Raghav Bahl and Ritu Kapur, founders of Network18 and Quint, discuss how liberalization fostered private equity and financial support for those with intellectual capital and impacted independence in production styles of media houses.
Read the transcript below:
Early ‘90s was clearly a seminal point for India. And we, Network 18, when we founded it, we are a complete child of India’s liberalization. Because Network18 would not have been possible in the pre-liberalization era. Why do I say that? A) There was no industry. That industry came about, by a very fortuitous confluence of two things: one is technology. The whole business of satellite TV happened. And India opened up. India did not clobber those signals. India didn’t close those signals, because India was just opening up to the world. These fortuitous things came together, technology and opening up. And then the third fortuitous thing, for people like us, who are first generation entrepreneurs, in the pre-liberalization era, where would you get capital? Either you had family capital, or you were able to, literally, steal capital from banks and build business. There was no private capital. Private equity as a concept or venture capital financing as a concept did not exist in India. Even if it existed, it existed as a very tiny element. But post ‘91, all these things became a part, where if you were a person who had intellectual capital, if you had capability, but you didn’t have financial capital, there were people who were willing to back you and say, fine, we know you know the industry, you have the intellectual capital. We will come in with the financial capital, so we’ll be private equity funders for you, we’ll be venture capitalists for your idea. So all these three things happened in the early 90s in India. And therefore someone like Network 18 is a complete child of these three things. If these three things hadn’t happened, we wouldn’t have existed.
And also, I think what that led to was that the production styles changed, how you created content changed, because otherwise… I remember going and doing a pitch at Doordarshan for a education series on you know science, and explaining science to kids and resistance, and we came up with a really quirky, cool format which we thought would relate to kids. And I just had a bunch of people sitting across me and said “no, we’ll have a teacher sitting across a table and he will talk and why are you even thinking of all of that”, and you know, “don’t think” was being reiterated constantly, and now when we started with our first couple of shows, which was India Business Report and India Show, we were the first production team, so to say, that turned the camera or eye for instance, or thought of going really up close, or getting into spaces editorially which you would never have, so in terms of what you said, what you spoke about, through your shows or how you shot it, or how you edited it, or the kind of music you used, that completely changed. And I think, I can quite safely say that we were the first people to experiment with new formats and new content styles, and then that spawned a whole generation of content creators, which wouldn’t have been possible.

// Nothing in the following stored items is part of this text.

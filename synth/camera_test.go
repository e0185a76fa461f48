package synth

import (
	"context"
	"math"
	"slices"
	"testing"

	"offplane/synth/camera"
	"offplane/synth/kernel"
	"offplane/synth/obs"
)

// still is one plane without waves: every frame is a realisation of the same light.
var still = []string{"waves.amplitude=0 km/s", "camera.noise=false", "camera.point_spread=0 arcsec", "corona.nonthermal=0 km/s", "image.from=269 deg", "image.to=271 deg"}

func observe(t *testing.T, c *Scene) *obs.Observation {
	t.Helper()
	o, _, err := c.Observe(context.Background(), 0, nil)
	if err != nil {
		t.Fatal(err)
	}
	return o
}

func plane(t *testing.T, set ...string) *Scene {
	s, l := load(t, "plane-wave", append(slices.Clone(still), set...)...)
	return scene(t, s, l)
}

// light returns the radiance of a ray of the first group through every tuning of a line.
func light(l *lamp, ray, line int) [][]float32 {
	var out [][]float32
	for k, a := range l.groups[0][line] {
		rays := make([][]float32, ray+1)
		for i := range rays {
			rays[i] = make([]float32, len(a)/kernel.Rays)
		}
		l.take(rays, 0, line, k)
		out = append(out, rays[ray])
	}
	return out
}

// frame returns the intensities of one frame of the first line.
func frame(o *obs.Observation, p, f int) [3]float64 {
	var i [3]float64
	for k := range i {
		i[k] = float64(o.Frames[0].Series(p, k)[f])
	}
	return i
}

// With every stage off the frames are the radiance, exactly.
func TestEveryStageOffGivesTheRadiance(t *testing.T) {
	s, l := load(t, "quick", "camera.noise=false", "camera.point_spread=0 arcsec", "image.from=270 deg", "image.to=270.5 deg", "camera.duration=20 min", "image.pixel=8 arcsec")
	c := scene(t, s, l)
	o := observe(t, c)
	lamp := c.newLamp(camera.NewSchedule(s.Camera, Frames(s), s.Seed))
	for i, p := range o.Pixels {
		y, z := c.Grid.Sky(int(p)%c.Grid.Nx, int(p)/c.Grid.Nx)
		ray, err := c.ray(y, z, nil)
		if err != nil {
			t.Fatal(err)
		}
		lamp.shine([][]sample{ray})
		for line := range 2 {
			for k := range 3 {
				if !slices.Equal(light(lamp, 0, line)[k], o.Frames[line].Series(i, k)) {
					t.Fatalf("pixel %d, line %d, tuning %d differs", p, line+1, k)
				}
			}
		}
	}
}

// Doppler noise of some thousand realisations against sigma_v = w^2/(4 d)
// sqrt((s1/I1)^2 + (s3/I3)^2) (first-order propagation through the three-point formula
// at rest), within 5 % for a signal-to-noise ratio of the wings above 30; s^2 is the
// line's electrons and twice the background's, and the reads.
func TestDopplerNoise(t *testing.T) {
	for _, set := range [][]string{
		{"camera.noise=true"},
		{"camera.noise=true", "camera.stages=5", "camera.digit=100", "camera.full_well=1e9", "camera.k_corona=1"},
	} {
		c := plane(t, append(set, "camera.duration=1 h", "camera.aperture=500 cm")...)
		o := observe(t, c)
		d := c.tunings[0][2]
		got, want, n := 0.0, 0.0, 0
		for p := range o.Pixels {
			spot := (&development{c: c, cam: c.camera()}).spot(0, o.Pixels[p], 0)
			e := o.Exposures[0].Electrons
			mean := [3]float64{}
			for k := range mean {
				mean[k] = float64(o.Mean[0][k][p])
			}
			var rel [3]float64
			for k, i := range mean {
				rel[k] = math.Sqrt(e*i+2*e*spot.Background+math.Pow(o.Exposures[0].ReadNoise, 2)) / (e * i)
			}
			if 1/max(rel[0], rel[2]) < 30 {
				continue
			}
			w2 := d * d / (math.Log(mean[1]) - (math.Log(mean[0])+math.Log(mean[2]))/2)
			want += w2 * w2 / (16 * d * d) * (rel[0]*rel[0] + rel[2]*rel[2]) * float64(o.Frames[0].Frames)
			for f := range o.Frames[0].Frames {
				i := frame(o, p, f)
				v := doppler(i[0], i[1], i[2], d)
				got += v * v
				n++
			}
		}
		if n < 5000 {
			t.Fatalf("only %d realisations", n)
		}
		if r := math.Sqrt(got / want); math.Abs(r-1) > 0.05 {
			t.Errorf("%v: Doppler noise %.3f of the propagated", set, r)
		} else {
			t.Logf("%v: %d realisations, Doppler noise %.4f of the propagated", set, n, r)
		}
	}
}

// The budget's figures are those of the observation.
func TestBudget(t *testing.T) {
	c := plane(t, "camera.noise=true", "camera.duration=2 h", "camera.exposure=1 s", "camera.k_corona=1")
	b, err := c.Budget([]float64{1.06, 1.2})
	if err != nil {
		t.Fatal(err)
	}
	o := observe(t, c)
	d := c.tunings[0][2]
	for _, row := range b.Rows {
		l := row.Lines[0]
		var m [3]float64
		v2, n := 0.0, 0.0
		for p, q := range o.Pixels {
			if r, _ := c.Grid.Polar(int(q)%c.Grid.Nx, int(q)/c.Grid.Nx); math.Abs(r-row.Height) > 0.01 {
				continue
			}
			for f := range o.Frames[0].Frames {
				i := frame(o, p, f)
				for k := range m {
					m[k] += i[k]
				}
				v := doppler(i[0], i[1], i[2], d)
				v2 += v * v
				n++
			}
		}
		for k := range m {
			if e := m[k] / n * o.Exposures[0].Electrons; math.Abs(l.Electrons[k]/e-1) > 0.02 {
				t.Errorf("%g, tuning %d: %.4g electrons, observed %.4g", row.Height, k, l.Electrons[k], e)
			}
		}
		if got := math.Sqrt(v2 / n); math.Abs(l.Noise/got-1) > 0.05 {
			t.Errorf("%g: Doppler noise %.3g km/s, observed %.3g", row.Height, l.Noise, got)
		}
		// White noise in the band: 2 dt B of the variance, B = 1.88 mHz for a 1/e half-width
		// of 1.5 mHz (derived).
		if got := l.InBand / l.Noise; math.Abs(got-math.Sqrt(2*30*1.88e-3)) > 1e-3 {
			t.Errorf("in band %.4f of the noise", got)
		}
		if row.Open != 1 || row.PA != 270 || l.Saturated || row.Samples != 1 {
			t.Errorf("%+v", row)
		}
	}
	if b.Bytes != 4*3*int64(c.Grid.Nx*c.Grid.Ny)*int64(240+12) || b.Pixels != len(o.Pixels) {
		t.Errorf("%d bytes, %d pixels", b.Bytes, b.Pixels)
	}
	full := plane(t, "camera.full_well=100")
	if b, err = full.Budget([]float64{1.06}); err != nil || !b.Rows[0].Lines[0].Saturated {
		t.Errorf("not saturated: %v", err)
	}
}

// A five-stage filter of 0.13 nm gives the three-point velocity the scale 0.976, 0.982,
// 0.988 for lines whose own 1/e half-widths are 0.110, 0.133, 0.160 nm, as v goes to 0
// (derived): the lamp with its vector code.
func TestFiveStageFilterScalesTheVelocity(t *testing.T) {
	c := plane(t, "camera.stages=5")
	lamp := c.newLamp(camera.NewSchedule(c.s.Camera, Frames(c.s), 1))
	toKms := lightSpeed / c.light.Rest[0]
	for _, q := range [][2]float64{{0.110, 0.976}, {0.133, 0.982}, {0.160, 0.988}} {
		s := sample{dx: 1, j: [2]float64{5, 2}, width: q[0] * toKms}
		const v = 0.5
		moving := make([]float32, Frames(c.s)*kernel.Lanes)
		for i := range moving {
			moving[i] = v
		}
		dark := lamp.dark(1)[0]
		for line := range 2 {
			lamp.kindle(line, &batch{3: &s})
		}
		lamp.expose(dark, 0, moving)
		a := light(lamp, 3, 0)
		for _, f := range []int{0, Frames(c.s) - 1} {
			got := doppler(float64(a[0][f]), float64(a[1][f]), float64(a[2][f]), c.tunings[0][2]) / v
			if math.Abs(got-q[1]) > 0.002 {
				t.Errorf("%g nm: velocity scale %.4f, want %.3f", q[0], got, q[1])
			}
		}
	}
}

// Steady light that grows while the tunings follow each other looks like the velocity
// w^2/(4 d) [ln I(t3) - ln I(t1)] (derived from the three-point formula).
func TestBrighteningLooksLikeAVelocity(t *testing.T) {
	for _, order := range []string{"[0, 1, 2]", "[2, 0, 1]"} {
		c := plane(t, "camera.sequential=true", "camera.tuning_time=9 s", "camera.brightening=3", "camera.order="+order, "image.to=269.2 deg")
		o := observe(t, c)
		d := c.tunings[0][2]
		between := 18.0
		if order == "[2, 0, 1]" { // the red wing comes first, the blue one second
			between = -9
		}
		for p := range o.Pixels {
			q := frame(o, p, 0)
			got := doppler(q[0], q[1], q[2], d)
			// The profile's width by the formula, without the brightening.
			w2 := math.Pow(math.Hypot(sampled(c, 0, 1, 1.1, 0).width, c.filter), 2)
			if want := w2 / (4 * d) * 3 * between / 3600; math.Abs(got/want-1) > 0.02 {
				t.Fatalf("%s: %.5g km/s, want %.5g", order, got, want)
			}
		}
		for k, u := range o.LineTunings(1) {
			if want := 9 * float64(slices.Index(map[string][]int{"[0, 1, 2]": {0, 1, 2}, "[2, 0, 1]": {2, 0, 1}}[order], k)); u.Delay != want {
				t.Errorf("%s: tuning %d has the delay %g", order, k, u.Delay)
			}
		}
	}
}

// A wave of frequency f is seen with cos(pi f (t3 - t1)) of its amplitude, halfway
// between the wings (derived for small velocities).
func TestSequentialTuningReducesAWave(t *testing.T) {
	set := []string{"image.from=269.9 deg", "image.to=270.1 deg", "camera.noise=false", "camera.point_spread=0 arcsec", "camera.cadence=60 s", "camera.sequential=true",
		"waves.spectrum.low=3.4 mHz", "waves.spectrum.high=3.6 mHz", "camera.duration=6 h"}
	s, l := load(t, "plane-wave", set...)
	c := scene(t, s, l)
	q := sampled(c, 0, 1e10, 1.1, 0.01)
	d := c.tunings[0][2]
	rms := func(delay ...float64) float64 {
		lamp := c.newLamp(&camera.Schedule{Delay: delay})
		lamp.shine([][]sample{{q}})
		a := light(lamp, 0, 0)
		sum := 0.0
		for f := range a[0] {
			v := doppler(float64(a[0][f]), float64(a[1][f]), float64(a[2][f]), d)
			sum += v * v
		}
		return math.Sqrt(sum / float64(len(a[0])))
	}
	got := rms(0, 20, 40) / rms(20, 20, 20)
	want := math.Cos(math.Pi * 3.5e-3 * 40)
	if math.Abs(got/want-1) > 0.02 {
		t.Errorf("amplitude %.4f, want %.4f", got, want)
	} else {
		t.Logf("amplitude %.4f, want %.4f", got, want)
	}
	if s := camera.NewSchedule(s.Camera, 10, 1); !slices.Equal(s.Delay, []float64{0, 20, 40}) {
		t.Errorf("delays %v", s.Delay)
	}
}

// The second line sees the waves at its own times: interleaved, those of the lead after
// the first line.
func TestSecondLineHasItsOwnTime(t *testing.T) {
	s, l := load(t, "plane-wave", "camera.sequential=true", "camera.tuning_time=4 s", "camera.exposure=1 s", "camera.switching=interleaved", "camera.second_line=20", "camera.duration=1 h")
	c := scene(t, s, l)
	q := sampled(c, 0, 1e10, 1.1, 0.01)
	plan := camera.NewSchedule(s.Camera, Frames(s), 1)
	lamp := c.newLamp(plan)
	lamp.shine([][]sample{{q}})
	var ts []train
	wf := c.filter * l.Rest[0] / l.Rest[1]
	w := math.Hypot(q.width, wf)
	for i, slot := range plan.Second {
		for k, d := range c.tunings[1] {
			v := 0.0
			ts = c.trains(&q.point, ts)
			for _, tr := range ts {
				for _, site := range c.Driver.Footpoint(tr.colatitude, tr.azimuth) {
					for pol, a := range q.los {
						v += a * tr.factor * site.Weight * c.Driver.Exact(site.ID, pol, tr.dir, float64(slot)*30+12+4*float64(k), tr.tau)
					}
				}
			}
			want := q.j[1] * q.dx * wf / w * math.Exp(-(d-v)*(d-v)/(w*w))
			if got := float64(light(lamp, 0, 1)[k][i]); math.Abs(got/want-1) > 3e-4 {
				t.Errorf("frame %d, tuning %d: %g, want %g", i, k, got, want)
			}
		}
	}
}

// Lost frames, gaps, saturated and occulted pixels never count: NaN, or not in the
// field; the means leave them out.
func TestWhatIsBadIsMarked(t *testing.T) {
	c := plane(t, "camera.lost=0.2", "camera.gaps=[{from: 10 min, length: 5 min}]", "camera.duration=1 h")
	o := observe(t, c)
	bad := 0
	for f := range o.Frames[0].Frames {
		i := frame(o, 3, f)
		if math.IsNaN(i[0]) {
			bad++
		} else if f >= 20 && f < 30 {
			t.Errorf("frame %d in the gap has values", f)
		} else if math.Abs(float64(o.Mean[0][0][3])/i[0]-1) > 1e-6 {
			t.Errorf("mean %v of frames of %v", o.Mean[0][0][3], i[0])
		}
		for p := range o.Pixels {
			if j := frame(o, p, f); math.IsNaN(j[0]) != math.IsNaN(i[0]) || math.IsNaN(j[2]) != math.IsNaN(i[0]) {
				t.Fatal("a lost frame is not lost everywhere")
			}
		}
	}
	if bad < 20 || bad > 50 {
		t.Errorf("%d of 120 frames are bad", bad)
	}

	// Blocks: the first line gives way.
	c = plane(t, "camera.switching=blocks", "camera.duration=1 h", "image.to=269.2 deg")
	o = observe(t, c)
	if x := frame(o, 0, 60); !math.IsNaN(x[1]) || o.LineExposures(2)[6].Time != 1800 {
		t.Errorf("block: %v, second line at %g s", x, o.LineExposures(2)[6].Time)
	}

	// Occulter and field stop.
	whole := plane(t)
	c = plane(t, "camera.occulter={radius: 1.1 Rsun, width: 20 arcsec}", "camera.field_stop=1.3 Rsun")
	o = observe(t, c)
	n := 0
	for _, p := range Field(&whole.Grid, whole.s) {
		r, _ := whole.Grid.Polar(int(p)%whole.Grid.Nx, int(p)/whole.Grid.Nx)
		if in := r < 1.3 && r > 1.1; slices.Contains(o.Pixels, p) != in && math.Abs(r-1.1) > 0.011 {
			t.Errorf("pixel at %.3f", r)
		}
		n++
	}
	if len(o.Pixels) >= n {
		t.Error("no pixel is occulted")
	}

	// Saturation: below some height every frame is full.
	bright := []string{"camera.noise=true", "camera.background=0.1 ppm", "camera.aperture=500 cm"}
	b, err := plane(t, bright...).Budget([]float64{1.1})
	if err != nil {
		t.Fatal(err)
	}
	l := b.Rows[0].Lines[0]
	s, light := load(t, "plane-wave", slices.Concat(still, bright)...)
	s.Camera.FullWell = (l.Electrons[1] + l.Continuum) / float64(s.Camera.Coadds)
	o = observe(t, scene(t, s, light))
	least, partly := math.Inf(1), 0
	for p, q := range o.Pixels {
		r, _ := o.Grid.Polar(int(q)%o.Grid.Nx, int(q)/o.Grid.Nx)
		least = min(least, r)
		for f := range o.Frames[0].Frames {
			if i := frame(o, p, f); math.IsNaN(i[1]) {
				partly++
				if math.Abs(r-1.1) > 0.02 {
					t.Fatalf("saturated at %.3f", r)
				}
			}
		}
	}
	if math.Abs(least-1.1) > 0.01 || partly == 0 {
		t.Errorf("pixels from %.3f on, %d frames saturated", least, partly)
	}
}

// everything switches on every stage.
var everything = append(slices.Clone(small), "camera.like=20cm-4.35arcsec", "camera.point_spread=1 arcsec", "camera.switching=interleaved", "camera.dead_time=0.1 s",
	"camera.pointing={jitter: 2 arcsec, drift_x: 20 arcsec, drift_y: -5 arcsec}", "camera.scatter.share=0.05", "camera.brightening=0.1",
	"camera.occulter={radius: 1.06 Rsun, width: 20 arcsec}", "camera.field_stop=1.32 Rsun", "camera.lost=0.05", "camera.gaps=[{from: 5 min, length: 1 min}]")

// With every stage on, workers, tiles and strips change no bit.
func TestCameraDoesNotDependOnWorkersOrTiles(t *testing.T) {
	s, l := load(t, "quick", everything...)
	k := scene(t, s, l)
	var want [32]byte
	for i, c := range []struct{ workers, tile, rows int }{{1, 16, 32}, {3, 7, 2}} {
		o, tr, err := k.observe(context.Background(), c.workers, c.tile, c.rows, nil)
		if err != nil {
			t.Fatal(err)
		}
		if got := fingerprint(o, tr); i == 0 {
			want = got
		} else if got != want {
			t.Errorf("%d workers, tiles of %d, strips of %d rows: other bits", c.workers, c.tile, c.rows)
		}
		for _, m := range o.Mean[0] {
			for _, x := range m {
				if !(x > 0) {
					t.Fatalf("mean of %v", x)
				}
			}
		}
	}
	if c := k.s.Camera; c.Scatter == nil || c.Stages != 5 || !c.Sequential || c.Seeing == 0 || c.Digit == 0 {
		t.Errorf("not everything is on: %+v", c)
	}
}

// Spread, scattered and moved light of a corona is as much as went in, but for what
// leaves and enters at the edge of the field.
func TestLightIsConserved(t *testing.T) {
	set := []string{"camera.noise=false", "camera.point_spread=0 arcsec", "image.from=250 deg", "image.to=290 deg", "camera.duration=11 min", "image.pixel=12 arcsec"}
	total := func(more ...string) float64 {
		o := observe(t, plane(t, append(slices.Clone(set), more...)...))
		sum := 0.0
		for _, x := range o.Mean[0][1] {
			sum += float64(x)
		}
		return sum
	}
	bare := total()
	for _, c := range []struct {
		set []string
		low float64
	}{
		{[]string{"camera.point_spread=15 arcsec"}, 0.99}, // the bright inner edge brings light in
		{[]string{"camera.seeing=10 arcsec", "camera.diffraction=true"}, 0.99},
		{[]string{"camera.pointing={jitter: 6 arcsec}"}, 0.99},
		{[]string{"camera.scatter={share: 0.1, core: 24 arcsec, exponent: 6}"}, 0.97},
	} {
		if r := total(c.set...) / bare; r < c.low || r > 1.03 {
			t.Errorf("%v: %.4f of the light", c.set, r)
		} else {
			t.Logf("%v: %.4f of the light", c.set, r)
		}
	}
}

And then a whole industry was born. I mean today you’ve got 800 TV channels, people doing the kind of work which is as contemporary as in the West, because you are exposed to all those techniques and technologies. I mean, a 24 gets made in the West, a 24 now gets made by India technicians in India as well. So, or look at our feature films, from Bollywood. Some of them are using CGI and other production techniques which are as good as anywhere in the world. That’s all a function of an industry which opened up, which allowed private capital, which liberalized, which allowed global capital, global content, global influences, and therefore, you know, in one word, it’s a totally different world what it was pre ‘91.